- **YOUR OBJECTIVE**
From the top of the records below, return each line exactly, ending with the line that contains "window.localStorage.clear();".

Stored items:

┌──

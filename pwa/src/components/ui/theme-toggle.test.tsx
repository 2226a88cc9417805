import { fireEvent, render, screen } from '@testing-library/react';
import { afterEach, describe, expect, it, vi } from 'vitest';
import initScript from '../../../public/theme-init.js?raw';
import { storedTheme, systemTheme, THEME_STORAGE_KEY, ThemeToggle } from './theme-toggle.js';

function systemPrefersDark(dark: boolean) {
  vi.stubGlobal('matchMedia', (query: string) => ({ matches: dark && query === '(prefers-color-scheme: dark)', addEventListener: () => {}, removeEventListener: () => {} }));
}

afterEach(() => {
  window.localStorage.clear();
  document.documentElement.classList.remove('dark');
});

describe('ThemeToggle', () => {
  it('without a stored choice follows prefers-color-scheme', () => {
    systemPrefersDark(true);
    render(<ThemeToggle />);
    expect(document.documentElement.classList.contains('dark')).toBe(true);
    expect(screen.getByRole('button', { name: 'Switch to the light theme' })).toBeTruthy();
  });

  it('a click switches the class on <html> and remembers the choice; the choice wins over the system', () => {
    systemPrefersDark(false);
    const first = render(<ThemeToggle />);
    expect(document.documentElement.classList.contains('dark')).toBe(false);
    fireEvent.click(screen.getByRole('button', { name: 'Switch to the dark theme' }));
    expect(document.documentElement.classList.contains('dark')).toBe(true);
    expect(window.localStorage.getItem(THEME_STORAGE_KEY)).toBe('dark');
    first.unmount();
    render(<ThemeToggle />);
    expect(screen.getByTestId('theme-toggle').getAttribute('data-theme')).toBe('dark');
    fireEvent.click(screen.getByRole('button', { name: 'Switch to the light theme' }));
    expect(document.documentElement.classList.contains('dark')).toBe(false);
    expect(window.localStorage.getItem(THEME_STORAGE_KEY)).toBe('light');
  });
});

describe('public/theme-init.js (runs before the app, against a light flash)', () => {
  const runInit = () => new Function(initScript)();
  it.each([
    [null, false],
    [null, true],
    ['dark', false],
    ['light', true],
  ] as const)('stored %s, system dark %s: the same theme as the app chooses', (stored, dark) => {
    systemPrefersDark(dark);
    if (stored) window.localStorage.setItem(THEME_STORAGE_KEY, stored);
    runInit();
    expect(document.documentElement.classList.contains('dark')).toBe((storedTheme() ?? systemTheme()) === 'dark');
  });
  it('uses the storage key of the app', () => {
    expect(initScript).toContain(`'${THEME_STORAGE_KEY}'`);
  });
});
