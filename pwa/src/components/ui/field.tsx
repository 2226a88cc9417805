import { Description, Field, Input, Label, Select } from '@headlessui/react';
import type { ReactNode } from 'react';

/** Problems found at a JSON path, shown under the field that the path names. */
export function FieldErrors({ messages }: { messages: string[] }) {
  if (messages.length === 0) return null;
  return (
    <Description as="div" className="mt-1 space-y-0.5 text-xs font-medium text-red-800" data-field-error="">
      {messages.map((m) => (
        <p key={m}>{m}</p>
      ))}
    </Description>
  );
}

const inputClass =
  'mt-1 block w-full rounded-md border bg-surface px-2.5 py-1.5 text-sm text-ink-950 outline-none data-focus:border-ink-700 data-focus:ring-2 data-focus:ring-accent-300';

interface TextFieldProps {
  label: ReactNode;
  value: string;
  onChange: (value: string) => void;
  errors?: string[];
  /** JSON path of the value (for tests and for finding the field of an error). */
  path: string;
  hint?: ReactNode;
  className?: string;
  inputMode?: 'decimal' | 'numeric' | 'text';
  placeholder?: string;
  type?: 'text' | 'email' | 'password';
  autoComplete?: string;
  required?: boolean;
}

export function TextField({ label, value, onChange, errors = [], path, hint, className = '', inputMode, placeholder, type = 'text', autoComplete = 'off', required }: TextFieldProps) {
  const bad = errors.length > 0;
  return (
    <Field className={className}>
      <Label className="text-xs font-semibold tracking-wide text-ink-700">{label}</Label>
      <Input
        value={value}
        onChange={(e) => onChange(e.target.value)}
        invalid={bad}
        data-path={path}
        inputMode={inputMode}
        placeholder={placeholder}
        spellCheck={false}
        type={type}
        required={required}
        autoComplete={autoComplete}
        className={`${inputClass} ${bad ? 'border-red-500' : 'border-line'}`}
      />
      {hint && !bad ? <Description className="mt-1 text-xs text-ink-600">{hint}</Description> : null}
      <FieldErrors messages={errors} />
    </Field>
  );
}

interface SelectFieldProps<T extends string> {
  label: ReactNode;
  value: T | '';
  options: readonly { value: T; label: string }[];
  onChange: (value: T) => void;
  errors?: string[];
  path: string;
  className?: string;
}

export function SelectField<T extends string>({ label, value, options, onChange, errors = [], path, className = '' }: SelectFieldProps<T>) {
  const bad = errors.length > 0;
  return (
    <Field className={className}>
      <Label className="text-xs font-semibold tracking-wide text-ink-700">{label}</Label>
      <Select
        value={value}
        onChange={(e) => onChange(e.target.value as T)}
        invalid={bad}
        data-path={path}
        className={`${inputClass} ${bad ? 'border-red-500' : 'border-line'}`}
      >
        {options.map((o) => (
          <option key={o.value} value={o.value}>
            {o.label}
          </option>
        ))}
      </Select>
      <FieldErrors messages={errors} />
    </Field>
  );
}
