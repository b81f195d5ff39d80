"use client";

import { useDeferredValue, useEffect, useMemo, useRef, useState, useSyncExternalStore } from "react";
import { useRouter } from "next/navigation";
import { Controller, useForm, useWatch, type Path, type Resolver } from "react-hook-form";
import { zodResolver } from "@hookform/resolvers/zod";
import { CheckCircle2, Download, FileUp, FolderOpen, Loader2, Save, Send } from "lucide-react";
import {
  DesignInputError,
  evaluateDesign,
  parseDesign,
  type Catalogue,
  type DesignFile,
  type EvaluationReport,
  type ShopSettings,
  type TubePreference,
} from "@/lib/driveline";
import { SHAFT_USES } from "@/lib/designs/schemas";
import type { DraftSummary, DraftView } from "@/lib/designs/drafts";
import { Alert } from "@/components/ui/alert";
import { MeasuringGuide, type GuideTopic } from "./measuring-guide";
import { NumberField } from "./number-field";
import type { FieldKit } from "./field-kit";
import { EngineSpeedField, RunningTorqueGroup, TopGearField } from "./service-fields";
import { SlipFields } from "./slip-fields";
import { InterfaceFields } from "./interface-fields";
import { FrontJointField, LayoutFields } from "./layout-fields";
import { reportAdditions, speedPathText } from "./report-additions";
import { ResultsPanel, StatusWord, tubeLabel, type TubeChoice } from "./results-panel";
import {
  builderFormSchema,
  defaultBuilderForm,
  designFileJson,
  designFileName,
  designFileToForm,
  formatNumber,
  validateBuilderForm,
  withUnit,
  type BuilderForm,
  type DisplayQuantity,
  type SiNumber,
  type UnitSystem,
} from "./model";

export interface ShaftBuilderProps {
  /** The shop's catalogue and limits (plain objects from getShopEngineering()). */
  catalogue: Catalogue;
  settings: ShopSettings;
  /** A saved draft to open, or null for a new design. */
  initialDraft?: DraftView | null;
  /** Drafts listed for loading (the customer's own; at the counter, the customer's). */
  drafts?: readonly DraftSummary[];
  /** Where "Get a quote" goes once the draft is saved. */
  quoteHref: (draftId: string) => string;
  /** Counter use: the customer the draft is saved for (sent as customerId). */
  customerId?: string;
  /** The page address of a draft, put in the location bar after saving or loading (default `?draft=<id>`). */
  draftHref?: (draftId: string) => string;
  /** Unit system to start in (default inches). */
  initialUnits?: UnitSystem;
  /** How the shop picks a tube the customer leaves to Yokeline (its price book's setting). */
  tubePreference?: TubePreference;
  /**
   * The counter's compact, keyboard-first layout: the fields in the order of a paper measuring
   * sheet (use and vehicle, length, angles, torque, speed, tube; then the optional slip, layout
   * and vehicle-end groups, folded until wanted; then the order details with the quote button),
   * the first field focused, no measuring guides in the tab order, and Enter in a field never
   * submitting by surprise.
   */
  compact?: boolean;
  /** Counter: a design that fails a check may still be quoted (the order then needs the owner's sign-off). */
  allowFailing?: boolean;
}
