import type { Metadata } from "next";
import { Users } from "lucide-react";
import { requirePermission } from "@/lib/auth/guard";
import { listCustomers } from "@/lib/customers";
import { PageHeader } from "@/components/ui/page-header";
import { EmptyState } from "@/components/ui/empty-state";

export const metadata: Metadata = { title: "Customers" };

export default async function CustomersPage() {
  await requirePermission("orders.desk", "/desk/customers");
  const customers = await listCustomers();
  return (
    <>
      <PageHeader
        title="Customers"
        description="People and businesses the shop builds for, online and by phone."
      />
      {customers.length === 0 ? (
        <EmptyState icon={Users} title="No customers yet">
          Customers appear here when they sign up online or the counter enters a phone order.
        </EmptyState>
      ) : (
        <div className="relative overflow-x-auto card">
          <table className="w-full text-left text-sm">
            <thead className="border-b border-line bg-paper-sunk text-xs tracking-wide text-ink-muted uppercase">
              <tr>
                <th scope="col" className="px-4 py-2">
                  Name
                </th>
                <th scope="col" className="px-4 py-2">
                  Company
                </th>
                <th scope="col" className="px-4 py-2">
                  E-mail
                </th>
                <th scope="col" className="px-4 py-2">
                  Phone
                </th>
                <th scope="col" className="px-4 py-2">
                  Orders online
                </th>
              </tr>
            </thead>
            <tbody className="divide-y divide-line">
              {customers.map((c) => (
                <tr key={c.id}>
                  <td className="px-4 py-2 font-medium">{c.name}</td>
                  <td className="px-4 py-2">{c.company ?? "—"}</td>
                  <td className="px-4 py-2">{c.email}</td>
                  <td className="px-4 py-2">{c.phone ?? "—"}</td>
                  <td className="px-4 py-2">{c.hasAccount ? "Yes" : "By phone"}</td>
                </tr>
              ))}
            </tbody>
          </table>
        </div>
      )}
    </>
  );
}
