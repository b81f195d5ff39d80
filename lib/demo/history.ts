import "server-only";
/**
 * The demo shop's past months (demo data): a few hundred orders in every state with their work
 * orders, step records, payments and refunds, for the named demo customers and some invented
 * phone customers, so every screen means something on first start.
 */
import { Client } from "pg";
import { Customer, User } from "@/entities";
import { freshEm } from "@/lib/db/orm";
import { databaseUrl } from "@/lib/db/url";
import { DEMO_STAFF } from "@/lib/demo";
import { getShopEngineering, invalidateShopEngineering } from "@/lib/shop/config";
import { generateShop, insertCustomers, type GenerateResult } from "./generate";

/** How many past orders the demo shop has. */
export const DEMO_HISTORY_ORDERS = 320;
/** Invented phone customers added beside the named ones. */
export const DEMO_EXTRA_CUSTOMERS = 24;

/** How the demo history is spread: 20 weeks, with a busy spell in the last nine days (demo data). */
export const DEMO_HISTORY_SHAPE = {
  weeks: 20,
  recent: { days: 9, share: 0.1 },
  seed: 20_261_204,
  showcase: true,
} as const;

/** Writes the demo shop's history in one transaction (after its users and customers exist). */
export async function seedDemoHistory(now = new Date()): Promise<GenerateResult> {
  const em = await freshEm();
  const [customers, staff] = await Promise.all([
    em.find(Customer, {}, { orderBy: { createdAt: "asc" } }),
    em.find(User, { email: { $in: DEMO_STAFF.map((s) => s.email) } }),
  ]);
  const idOf = (email: string) => staff.find((u) => u.email === email)?.id ?? null;
  invalidateShopEngineering();
  const shop = await getShopEngineering();
  const db = new Client({ connectionString: databaseUrl() });
  await db.connect();
  try {
    await db.query("begin");
    const invented = await insertCustomers(db, DEMO_EXTRA_CUSTOMERS, now, 11);
    const result = await generateShop(db, {
      orders: DEMO_HISTORY_ORDERS,
      customers: [
        ...customers.map((c) => ({ id: c.id, name: c.name, userId: c.user?.id ?? null })),
        ...invented,
      ],
      staff: {
        ownerId: idOf(DEMO_STAFF[0].email),
        counterId: idOf(DEMO_STAFF[1].email),
        floorId: idOf(DEMO_STAFF[2].email),
      },
      shop,
      now,
      ...DEMO_HISTORY_SHAPE,
    });
    await db.query("commit");
    return result;
  } catch (error) {
    await db.query("rollback").catch(() => undefined);
    throw error;
  } finally {
    await db.end();
  }
}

└──

- **RESPONSE**
filename pwa/src/components/ui/theme-toggle.test.tsx
repository 2226a88cc9417805
import { fireEvent, render, screen } from '@testing-library/react';
import { afterEach, describe, expect, it, vi } from 'vitest';
import initScript from '../../../public/theme-init.js?raw';
import { storedTheme, systemTheme, THEME_STORAGE_KEY, ThemeToggle } from './theme-toggle.js';

function systemPrefersDark(dark: boolean) {
  vi.stubGlobal('matchMedia', (query: string) => ({ matches: dark && query === '(prefers-color-scheme: dark)', addEventListener: () => {}, removeEventListener: () => {} }));
}

afterEach(() => {
  window.localStorage.clear();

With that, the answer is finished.